Extract all lines from the data beneath that include the word "transformSync".

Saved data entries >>
◇ ◇ ◇ ◇

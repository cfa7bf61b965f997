/**
 * The block evaluator generated from the EKV composition (ekvChannelCurrentBlock, through
 * ekv.currents and the fit adapter) against the point-by-point path it must equal: random
 * invented cards and biases over every region, both polarities, negative VDS (drain and source
 * swapped), the underflow where the channel carries nothing, and counts that are not a multiple
 * of the block size. The point path is the reference (it is itself checked against its formulas
 * called one by one in test/formula-catalog.test.ts).
 */
import { describe, expect, it } from "vitest";
import { ekv } from "../lib/device/models/ekv.js";
import { spiceCurrent } from "../lib/device/model.js";
import { ekvChannelCurrent, ekvChannelCurrentBlock } from "../lib/formulas/ekv.formulas.js";
import { blockSize, compositionBlock } from "../lib/formulas/generate.js";
import { fitModelOf } from "../lib/fit/adapter.js";
import { InputError } from "../lib/errors.js";
import type { Sweep } from "../lib/measure/select.js";

let seed = 11;
const rand = () => ((seed = (Math.imul(seed, 1664525) + 1013904223) >>> 0) / 2 ** 32);
const agree = (a: number, b: number) => a === b || Math.abs(a - b) <= 1e-15 * Math.max(Math.abs(a), Math.abs(b));

/** An invented EKV parameter vector (vt0 kp gamma phi lambda theta ecrit thetaB sigma cit, W L T). */
function randomVector(): Float64Array {
  return Float64Array.from([0.3 + 0.6 * rand(), 1e-4 * (0.5 + rand()), rand(), 0.5 + 0.6 * rand(), 0.1 * rand(), 0.5 * rand(), 1e6 + 3e7 * rand(), 0.2 * rand(), 0.05 * rand(), 0.4 * rand(), (1 + 50 * rand()) * 1e-6, (0.2 + 10 * rand()) * 1e-6, 233 + 170 * rand()]);
}

/** Biases from deep weak inversion to strong, triode to saturation, reverse and forward body bias, negative VDS. */
function randomBiases(n: number) {
  const vgs = new Float64Array(n);
  const vds = new Float64Array(n);
  const vsb = new Float64Array(n);
  for (let i = 0; i < n; i++) {
    vgs[i] = -0.5 + 4 * rand();
    vds[i] = rand() < 0.2 ? -1.5 * rand() : rand() < 0.3 ? 0.05 * rand() : 3.3 * rand();
    vsb[i] = rand() < 0.4 ? 0 : -0.3 + 2.3 * rand();
  }
  return { vgs, vds, vsb };
}

describe("EKV block evaluator (generated from the catalog's composition)", () => {
  it("equals the point path at every point: 40 invented cards × 1 000 biases over every region, negative VDS included", () => {
    let regions = { weak: 0, strong: 0, reversed: 0 };
    for (let c = 0; c < 40; c++) {
      const p = randomVector();
      const n = 1000;
      const { vgs, vds, vsb } = randomBiases(n);
      const out = new Float64Array(n);
      ekv.currents!(p, vgs, vds, vsb, out, n);
      for (let i = 0; i < n; i++) {
        const ref = ekv.current(p, vgs[i]!, vds[i]!, vsb[i]!);
        if (!agree(out[i]!, ref)) throw new Error(`card ${c}, point ${i} (VGS ${vgs[i]}, VDS ${vds[i]}, VSB ${vsb[i]}): block ${out[i]}, point ${ref}`);
        const ic = Math.abs(ref) / (2 * 1.3 * (p[1]! * p[10]! / p[11]!) * 0.0258 ** 2);
        if (ic < 0.1) regions.weak++;
        if (ic > 10) regions.strong++;
        if (vds[i]! < 0) regions.reversed++;
      }
    }
    // the draw covers every region (counted with a rough specific current; the equality above is what is tested)
    expect(regions.weak).toBeGreaterThan(1000);
    expect(regions.strong).toBeGreaterThan(1000);
    expect(regions.reversed).toBeGreaterThan(1000);
  });

  it("gives 0, not NaN, where the forward current underflows, beside points that conduct in the same block", () => {
    const p = randomVector();
    // the gate held near the body while the source sits 60–80 V above it: (VP − VSB)/(2·UT) ≈ −1 000
    const vgs = Float64Array.from([1.2, -59.5, 1.2, -80]);
    const vds = Float64Array.from([1, 1, -1, 0.5]);
    const vsb = Float64Array.from([0, 60, 0, 80]);
    const out = new Float64Array(4);
    ekv.currents!(p, vgs, vds, vsb, out, 4);
    expect(ekv.current(p, -59.5, 1, 60)).toBe(0);
    expect(out[1]).toBe(0);
    expect(out[3]).toBe(0);
    expect(out[0]).toBeGreaterThan(0);
    expect(out[2]).toBeLessThan(0);
    expect(out[2]).toBe(ekv.current(p, 1.2, -1, 0));
  });

  it("handles counts across block boundaries, a count of 0, and leaves out[count..] alone", () => {
    const p = randomVector();
    for (const n of [0, 1, blockSize - 1, blockSize, blockSize + 1, 3 * blockSize + 17]) {
      const { vgs, vds, vsb } = randomBiases(n + 5);
      const out = new Float64Array(n + 5).fill(7);
      ekvChannelCurrentBlock(p[1]!, p[10]!, p[11]!, p[0]!, p[2]!, p[3]!, p[4]!, p[5]!, p[7]!, p[6]!, p[8]!, p[9]!, 0.0258, vgs, vds.map(Math.abs), vsb, out, n);
      for (let i = 0; i < n; i++) expect(agree(out[i]!, ekvChannelCurrent(p[1]!, p[10]!, p[11]!, p[0]!, p[2]!, p[3]!, p[4]!, p[5]!, p[7]!, p[6]!, p[8]!, p[9]!, 0.0258, vgs[i]!, Math.abs(vds[i]!), vsb[i]!))).toBe(true);
      for (let i = n; i < n + 5; i++) expect(out[i]).toBe(7);
    }
  });

  it("refuses a count beyond its arrays with a typed error", () => {
    const a = new Float64Array(4);
    expect(() => ekv.currents!(randomVector(), a, a, a, new Float64Array(3), 4)).toThrow(InputError);
    expect(() => ekv.currents!(randomVector(), a, a, a, a, 1.5)).toThrow(InputError);
    expect(() => ekvChannelCurrentBlock(1e-4, 1e-5, 1e-6, 0.5, 0.5, 0.7, 0, 0, 0, 5e6, 0, 0, 0.0258, a, a, new Float64Array(2), a, 3)).toThrow(/point count/);
  });

  it("serves the fit: the adapter's residual evaluation equals spiceCurrent point by point, NMOS and PMOS", () => {
    const fm = fitModelOf(ekv);
    for (const polarity of ["nmos", "pmos"] as const) {
      const n = 700;
      const s = polarity === "nmos" ? 1 : -1;
      const b = randomBiases(n);
      const sweep: Sweep = { origin: "invented", polarity, w: 10e-6, l: 1e-6, temp: 300, corner: "tt", vgs: b.vgs.map((v) => s * v), vds: b.vds.map((v) => s * v), vbs: b.vsb.map((v) => -s * v), id: new Float64Array(n), line: new Int32Array(n) };
      const idx = Int32Array.from({ length: 500 }, (_, k) => (k * 7) % n);
      const p = randomVector().subarray(0, ekv.size - 3);
      const out = new Float64Array(idx.length);
      fm.evaluate(p, sweep, idx, out);
      const v = new Float64Array(ekv.size);
      v.set(p);
      v.set([sweep.w, sweep.l, sweep.temp], ekv.size - 3);
      idx.forEach((i, k) => {
        const ref = spiceCurrent(ekv, v, s, sweep.vgs[i]!, sweep.vds[i]!, -sweep.vbs[i]!);
        if (!agree(out[k]!, ref)) throw new Error(`${polarity} point ${i}: adapter ${out[k]}, spiceCurrent ${ref}`);
      });
    }
  });
});

describe("block evaluator generation", () => {
  const formulas = {
    vov: { title: "overdrive", result: "VOV", expr: "VGS - Vt" },
    kk: { title: "gain", result: "k", expr: "kp * WL" },
    id: { title: "current", result: "ID", expr: "k / 2 * VOV^2 * (1 + lambda * 2)" },
    off: { title: "no current", result: "ID", expr: "0 * k" },
    lg: { title: "log", result: "G", expr: "log(ID / k) + lambda * 2" },
  };
  const cat = { file: "c.catalog.ts", symbols: {}, formulas };
  const text = compositionBlock(cat, "f", {
    title: "t",
    inputs: ["kp", "WL", "Vt", "lambda", "VGS"],
    pointInputs: ["VGS"],
    steps: ["kk", "vov", { returnWhen: "VOV < -10", value: 0, why: "far off" }, { when: "VOV > 0", then: "id", otherwise: "off" }, "lg"],
  });
  it("computes a step that reads no per-point value once, before the loops, and hoists per-device subexpressions", () => {
    expect(text).toContain("const k = (kp * WL); // kk");
    expect(text).toMatch(/const \$c\d+ = \(1 \+ \(lambda \* 2\)\);/);
    expect(text).toContain("export function fBlock(kp: number, WL: number, Vt: number, lambda: number, VGS: Float64Array, out: Float64Array, count: number): void {");
  });
  it("starts a new loop at a step that calls a slow function, keeps what crosses loops in scratch, and masks the early return", () => {
    expect(text.match(/for \(let \$k = 0; \$k < \$m; \$k\+\+\)/g)).toHaveLength(2);
    expect(text).toContain("const f$VOV = new Float64Array");
    expect(text).toContain("out[$o + $k] = $VOV[$k]! < (-10) ? 0 : G;");
  });
  it("returns a last step that reads no per-point value as it is, past the per-point ones", () => {
    const t = compositionBlock(cat, "g", { title: "t", inputs: ["kp", "WL", "Vt", "VGS"], pointInputs: ["VGS"], steps: ["vov", "kk"] });
    expect(t).toContain("const k = (kp * WL); // kk");
    // k is the catalog's symbol here, not a loop index: the generated names are $-prefixed
    expect(t).toContain("out[$o + $k] = k;");
  });
  it("refuses a point input that is not an input", () => {
    expect(() => compositionBlock(cat, "f", { title: "t", inputs: ["kp"], pointInputs: ["VGS"], steps: ["kk"] })).toThrow(/point input VGS is not an input/);
  });

  describe("a language function with a block form (wrightOmega)", () => {
    const charges = {
      ...formulas,
      q: { title: "charge", result: "q", expr: "wrightOmega(VGS / UT + log(2)) / 2" },
      fixed: { title: "fixed", result: "F", expr: "wrightOmega(lambda) + q" },
      iq: { title: "current", result: "I", expr: "k * (q^2 + q) + wrightOmega(q - VGS) * lambda + F + wrightOmega(2 * VGS / UT) * UT" },
      nested: { title: "nested", result: "N", expr: "wrightOmega(wrightOmega(VGS))" },
      pair: { title: "two arguments", result: "P", expr: "wrightOmega(VGS, UT)" },
    };
    const wc = { file: "w.catalog.ts", symbols: {}, formulas: charges };
    const spec = { title: "t", inputs: ["kp", "WL", "UT", "lambda", "VGS"], pointInputs: ["VGS"], steps: ["q", "kk", "fixed", "iq"] } as const;
    const code = compositionBlock(wc, "w", spec);

    it("computes each call's argument in the loop before its step, calls the block form between the loops, and reads its result", () => {
      // the first step calls it, so the first loop holds only its argument
      expect(code).toMatch(/for \(let \$k = 0; \$k < \$m; \$k\+\+\) \{\n {6}\$f0\[\$k\] = \(\(VGS\[\$o \+ \$k\]! \/ UT\) \+ 0\.6931471805599453\); \/\/ wrightOmega argument of q\n {4}\}\n {4}wrightOmegaBlock\(\$f0, \$f0, \$m\);/);
      expect(code).toContain("const q = ($f0[$k]! / 2); // q");
      // the argument reads q from its own loop, where a step whose only call is hoisted (fixed) joins it
      expect(code).toContain("$f1[$k] = (q - VGS[$o + $k]!); // wrightOmega argument of iq");
      expect(code).toContain("const F = ($c0 + q); // fixed");
      expect(code).toContain("wrightOmegaBlock($f1, $f1, $m);");
      // two calls in one step, each with its own scratch array
      expect(code).toContain("wrightOmegaBlock($f2, $f2, $m);");
      expect(code).toMatch(/\$f1\[\$k\]! \* lambda\).*\$f2\[\$k\]! \* UT/);
      // a call whose argument is the same at every point stays a scalar call, hoisted before the loops
      expect(code).toMatch(/const \$c\d+ = wrightOmega\(lambda\);/);
      expect(code).not.toContain("$f3");
    });

    it("equals the point function at every point, across blocks (the generated code compiled and run)", async () => {
      const { transformSync } = await import("esbuild");
      const { wrightOmega, wrightOmegaBlock } = await import("../lib/numeric/wright-omega.js");
      const js = transformSync(`${code}\nreturn wBlock;`.replace(/export function/g, "function"), { loader: "ts" }).code;
      const block = new Function("sq", "wrightOmega", "wrightOmegaBlock", "InputError", js)((x: number) => x * x, wrightOmega, wrightOmegaBlock, InputError);
      const n = 3 * blockSize + 5;
      const vgs = Float64Array.from({ length: n }, (_, i) => -0.6 + (2.4 * i) / n);
      const out = new Float64Array(n);
      const [kp, WL, UT, lambda] = [2e-4, 12, 0.0258, 0.3];
      block(kp, WL, UT, lambda, vgs, out, n);
      for (let i = 0; i < n; i++) {
        const q = wrightOmega(vgs[i]! / UT + Math.log(2)) / 2;
        const expected = kp * WL * (q * q + q) + wrightOmega(q - vgs[i]!) * lambda + (wrightOmega(lambda) + q) + wrightOmega((2 * vgs[i]!) / UT) * UT;
        expect(Object.is(out[i], expected) || Math.abs(out[i]! / expected - 1) < 1e-15).toBe(true);
      }
    });

    it("refuses a call nested in another, naming the step", () => {
      expect(() => compositionBlock(wc, "v", { title: "t", inputs: ["VGS"], pointInputs: ["VGS"], steps: ["nested"] })).toThrow(/step nested: wrightOmega inside another block-form call/);
    });

    it("refuses a call with other than one argument, naming the step", () => {
      expect(() => compositionBlock(wc, "v", { title: "t", inputs: ["VGS", "UT"], pointInputs: ["VGS"], steps: ["pair"] })).toThrow(/step pair: wrightOmega takes one argument/);
    });
  });
});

◇ ◇ ◇ ◇

WRITTEN RESPONSE >>
      const { transformSync } = await import("esbuild");
      const js = transformSync(`${code}\nreturn wBlock;`.replace(/export function/g, "function"), { loader: "ts" }).code;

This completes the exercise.